(Stored data entries)
def deref(ref: Ref) -> Ref:
    """Follow a name to the expression assigned to it (one or more steps)."""
    for _ in range(MAX_DEPTH):
        node = ref.node
        if not isinstance(node, ast.Name):
            return ref
        b = ref.scope.lookup(node.id, ref.pos, ref.path)
        if b is AMBIGUOUS:
            return Ref(Unknown(), ref.scope, ref.path)
        if b is None or b.value is None:
            return ref
        if b.kind == "assign":
            ref = Ref(b.value, ref.scope, b.path)
        elif b.kind == "aug":
            return Ref(_aug_node(ref.scope, b), ref.scope, b.path)
        else:
            return ref
    return ref


_IDENTITY_FUNCS = {"stop_gradient", "asarray"}


def strip(ref: Ref) -> Ref:
    """``deref`` plus transparent wrappers: casts, ``.detach()``, ``stop_gradient``."""
    for _ in range(MAX_DEPTH):
        ref = deref(ref)
        node = ref.node
        if isinstance(node, ast.Call):
            oc = op_of(ref)
            if oc is not None and (oc.op == "identity" or (oc.op in _IDENTITY_FUNCS and len(node.args) == 1)):
                ref = ref.child(oc.subject)
                continue
            if isinstance(node.func, ast.Name) and node.func.id == "float" and len(node.args) == 1:
                ref = ref.child(node.args[0])
                continue
            if isinstance(node.func, ast.Attribute) and node.func.attr == "item" and not node.args:
                ref = ref.child(node.func.value)
                continue
        return ref
    return ref


def op(ref: Ref, *names: str) -> OpCall | None:
    oc = op_of(strip(ref))
    return oc if oc is not None and (not names or oc.op in names) else None


# ---------------------------------------------------------------------------------------
# Same value
# ---------------------------------------------------------------------------------------
def key(ref: Ref, depth: int = 0):
    """A hashable description of the value: equal keys mean the same expression of the
    same inputs (after following names)."""
    if depth > MAX_DEPTH:
        return object()
    ref = strip(ref)
    node = ref.node
    if isinstance(node, Unknown):
        return object()
    if isinstance(node, ast.Name):
        b = binding_of(ref)
        return ("name", node.id, id(b) if b is not None and b is not AMBIGUOUS else None)
    if isinstance(node, ast.Constant):
        return ("const", repr(node.value))
    if isinstance(node, ast.Attribute):
        q = qualname(ref)
        if q is not None and framework_of(q):
            return ("qual", normalise(q))
    parts: list = [type(node).__name__]
    for fld, value in ast.iter_fields(node):
        if fld in ("ctx", "type_comment", "kind"):
            continue
        if isinstance(value, ast.AST):
            parts.append(key(ref.child(value), depth + 1) if isinstance(value, ast.expr) else type(value).__name__)
        elif isinstance(value, list):
            parts.append(tuple(key(ref.child(v), depth + 1) if isinstance(v, ast.expr) else (v.arg, key(ref.child(v.value), depth + 1)) if isinstance(v, ast.keyword) else repr(v) for v in value))
        else:
            parts.append(repr(value))
    return tuple(parts)


def same(a: Ref, b: Ref) -> bool:
    return key(a) == key(b)


# ---------------------------------------------------------------------------------------
# Reductions
# ---------------------------------------------------------------------------------------
@dataclass(frozen=True)
class Reduction:
    op: str
    operand: Ref
    axis: ast.expr | None
    keepdims: bool  # keepdims=True, or re-expanded afterwards (s[:, None], reshape(-1, 1))
    call: OpCall
    ref: Ref  # the reduction call itself

    @property
    def axis_value(self):
        """The axis as a Python value when it is a literal (int or tuple), else None."""
        try:
            return ast.literal_eval(self.axis) if self.axis is not None else None
        except (ValueError, SyntaxError, TypeError):
            return None


def _is_newaxis(node: ast.expr) -> bool:
    if isinstance(node, ast.Constant) and node.value is None:
        return True
    return isinstance(node, ast.Attribute) and node.attr == "newaxis"


def _peel_broadcast(ref: Ref) -> tuple[Ref, bool]:
    """``s[:, None]``, ``s.reshape(-1, 1)``, ``s.unsqueeze(1)``, ``expand_dims(s, 1)``,
    ``m.values`` / ``m[0]`` of a torch max: the reduction inside, and whether it was
    re-expanded for broadcasting."""
    expanded = False
    for _ in range(4):
        ref = strip(ref)
        node = ref.node
        if isinstance(node, ast.Subscript):
            idx = node.slice
            elts = idx.elts if isinstance(idx, ast.Tuple) else [idx]
            if any(_is_newaxis(e) for e in elts):
                ref, expanded = ref.child(node.value), True
                continue
            if isinstance(idx, ast.Constant) and idx.value == 0:  # torch.max(x, dim)[0]
                ref = ref.child(node.value)
                continue
            return ref, expanded
        if isinstance(node, ast.Attribute) and node.attr == "values":
            ref = ref.child(node.value)
            continue
        if isinstance(node, ast.Call):
            f = node.func
            if isinstance(f, ast.Attribute) and f.attr in ("reshape", "view") and len(node.args) >= 2:
                last = node.args[-1]
                if isinstance(last, ast.Constant) and last.value == 1:
                    ref, expanded = ref.child(f.value), True
                    continue
            oc = op_of(ref)
            if oc is not None and oc.op == "expand_dims" and oc.subject is not None:
                ref, expanded = ref.child(oc.subject), True
                continue
        return ref, expanded
    return ref, expanded


def _true(node: ast.expr | None) -> bool:
    return isinstance(node, ast.Constant) and node.value is True


def reduction(ref: Ref, *ops: str) -> Reduction | None:
    inner, expanded = _peel_broadcast(ref)
    oc = op_of(inner)
    if oc is None or oc.op not in ops or oc.subject is None:
        return None
    if oc.framework == "builtins" and oc.op in ("sum", "max", "min") and len(oc.call.args) != 1:
        return None
    torchish = oc.framework == "torch" or oc.is_method
    axis = oc.arg(0, "axis", "dim", "reduction_indices", "axes")
    keep = oc.keyword("keepdims", "keepdim", "keep_dims")
    if keep is None and torchish:
        keep = oc.arg(1)
    return Reduction(oc.op, inner.child(oc.subject), axis, expanded or _true(keep), oc, inner)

# [Instructions to follow]
For the records above, restate every line word for word.

# [Exercise solution]
def deref(ref: Ref) -> Ref:
    """Follow a name to the expression assigned to it (one or more steps)."""
    for _ in range(MAX_DEPTH):
        node = ref.node
        if not isinstance(node, ast.Name):
            return ref
        b = ref.scope.lookup(node.id, ref.pos, ref.path)
        if b is AMBIGUOUS:
            return Ref(Unknown(), ref.scope, ref.path)
        if b is None or b.value is None:
            return ref
        if b.kind == "assign":
            ref = Ref(b.value, ref.scope, b.path)
        elif b.kind == "aug":
            return Ref(_aug_node(ref.scope, b), ref.scope, b.path)
        else:
            return ref
    return ref


_IDENTITY_FUNCS = {"stop_gradient", "asarray"}


def strip(ref: Ref) -> Ref:
    """``deref`` plus transparent wrappers: casts, ``.detach()``, ``stop_gradient``."""
    for _ in range(MAX_DEPTH):
        ref = deref(ref)
        node = ref.node
        if isinstance(node, ast.Call):
            oc = op_of(ref)
            if oc is not None and (oc.op == "identity" or (oc.op in _IDENTITY_FUNCS and len(node.args) == 1)):
                ref = ref.child(oc.subject)
                continue
            if isinstance(node.func, ast.Name) and node.func.id == "float" and len(node.args) == 1:
                ref = ref.child(node.args[0])
                continue
            if isinstance(node.func, ast.Attribute) and node.func.attr == "item" and not node.args:
                ref = ref.child(node.func.value)
                continue
        return ref
    return ref


def op(ref: Ref, *names: str) -> OpCall | None:
    oc = op_of(strip(ref))
    return oc if oc is not None and (not names or oc.op in names) else None


# ---------------------------------------------------------------------------------------
# Same value
# ---------------------------------------------------------------------------------------
def key(ref: Ref, depth: int = 0):
    """A hashable description of the value: equal keys mean the same expression of the
    same inputs (after following names)."""
    if depth > MAX_DEPTH:
        return object()
    ref = strip(ref)
    node = ref.node
    if isinstance(node, Unknown):
        return object()
    if isinstance(node, ast.Name):
        b = binding_of(ref)
        return ("name", node.id, id(b) if b is not None and b is not AMBIGUOUS else None)
    if isinstance(node, ast.Constant):
        return ("const", repr(node.value))
    if isinstance(node, ast.Attribute):
        q = qualname(ref)
        if q is not None and framework_of(q):
            return ("qual", normalise(q))
    parts: list = [type(node).__name__]
    for fld, value in ast.iter_fields(node):
        if fld in ("ctx", "type_comment", "kind"):
            continue
        if isinstance(value, ast.AST):
            parts.append(key(ref.child(value), depth + 1) if isinstance(value, ast.expr) else type(value).__name__)
        elif isinstance(value, list):
            parts.append(tuple(key(ref.child(v), depth + 1) if isinstance(v, ast.expr) else (v.arg, key(ref.child(v.value), depth + 1)) if isinstance(v, ast.keyword) else repr(v) for v in value))
        else:
            parts.append(repr(value))
    return tuple(parts)


def same(a: Ref, b: Ref) -> bool:
    return key(a) == key(b)


# ---------------------------------------------------------------------------------------
# Reductions
# ---------------------------------------------------------------------------------------
@dataclass(frozen=True)
class Reduction:
    op: str
    operand: Ref
    axis: ast.expr | None
    keepdims: bool  # keepdims=True, or re-expanded afterwards (s[:, None], reshape(-1, 1))
    call: OpCall
    ref: Ref  # the reduction call itself

    @property
    def axis_value(self):
        """The axis as a Python value when it is a literal (int or tuple), else None."""
        try:
            return ast.literal_eval(self.axis) if self.axis is not None else None
        except (ValueError, SyntaxError, TypeError):
            return None


def _is_newaxis(node: ast.expr) -> bool:
    if isinstance(node, ast.Constant) and node.value is None:
        return True
    return isinstance(node, ast.Attribute) and node.attr == "newaxis"


def _peel_broadcast(ref: Ref) -> tuple[Ref, bool]:
    """``s[:, None]``, ``s.reshape(-1, 1)``, ``s.unsqueeze(1)``, ``expand_dims(s, 1)``,
    ``m.values`` / ``m[0]`` of a torch max: the reduction inside, and whether it was
    re-expanded for broadcasting."""
    expanded = False
    for _ in range(4):
        ref = strip(ref)
        node = ref.node
        if isinstance(node, ast.Subscript):
            idx = node.slice
            elts = idx.elts if isinstance(idx, ast.Tuple) else [idx]
            if any(_is_newaxis(e) for e in elts):
                ref, expanded = ref.child(node.value), True
                continue
            if isinstance(idx, ast.Constant) and idx.value == 0:  # torch.max(x, dim)[0]
                ref = ref.child(node.value)
                continue
            return ref, expanded
        if isinstance(node, ast.Attribute) and node.attr == "values":
            ref = ref.child(node.value)
            continue
        if isinstance(node, ast.Call):
            f = node.func
            if isinstance(f, ast.Attribute) and f.attr in ("reshape", "view") and len(node.args) >= 2:
                last = node.args[-1]
                if isinstance(last, ast.Constant) and last.value == 1:
                    ref, expanded = ref.child(f.value), True
                    continue
            oc = op_of(ref)
            if oc is not None and oc.op == "expand_dims" and oc.subject is not None:
                ref, expanded = ref.child(oc.subject), True
                continue
        return ref, expanded
    return ref, expanded


def _true(node: ast.expr | None) -> bool:
    return isinstance(node, ast.Constant) and node.value is True


def reduction(ref: Ref, *ops: str) -> Reduction | None:
    inner, expanded = _peel_broadcast(ref)
    oc = op_of(inner)
    if oc is None or oc.op not in ops or oc.subject is None:
        return None
    if oc.framework == "builtins" and oc.op in ("sum", "max", "min") and len(oc.call.args) != 1:
        return None
    torchish = oc.framework == "torch" or oc.is_method
    axis = oc.arg(0, "axis", "dim", "reduction_indices", "axes")
    keep = oc.keyword("keepdims", "keepdim", "keep_dims")
    if keep is None and torchish:
        keep = oc.arg(1)
    return Reduction(oc.op, inner.child(oc.subject), axis, expanded or _true(keep), oc, inner)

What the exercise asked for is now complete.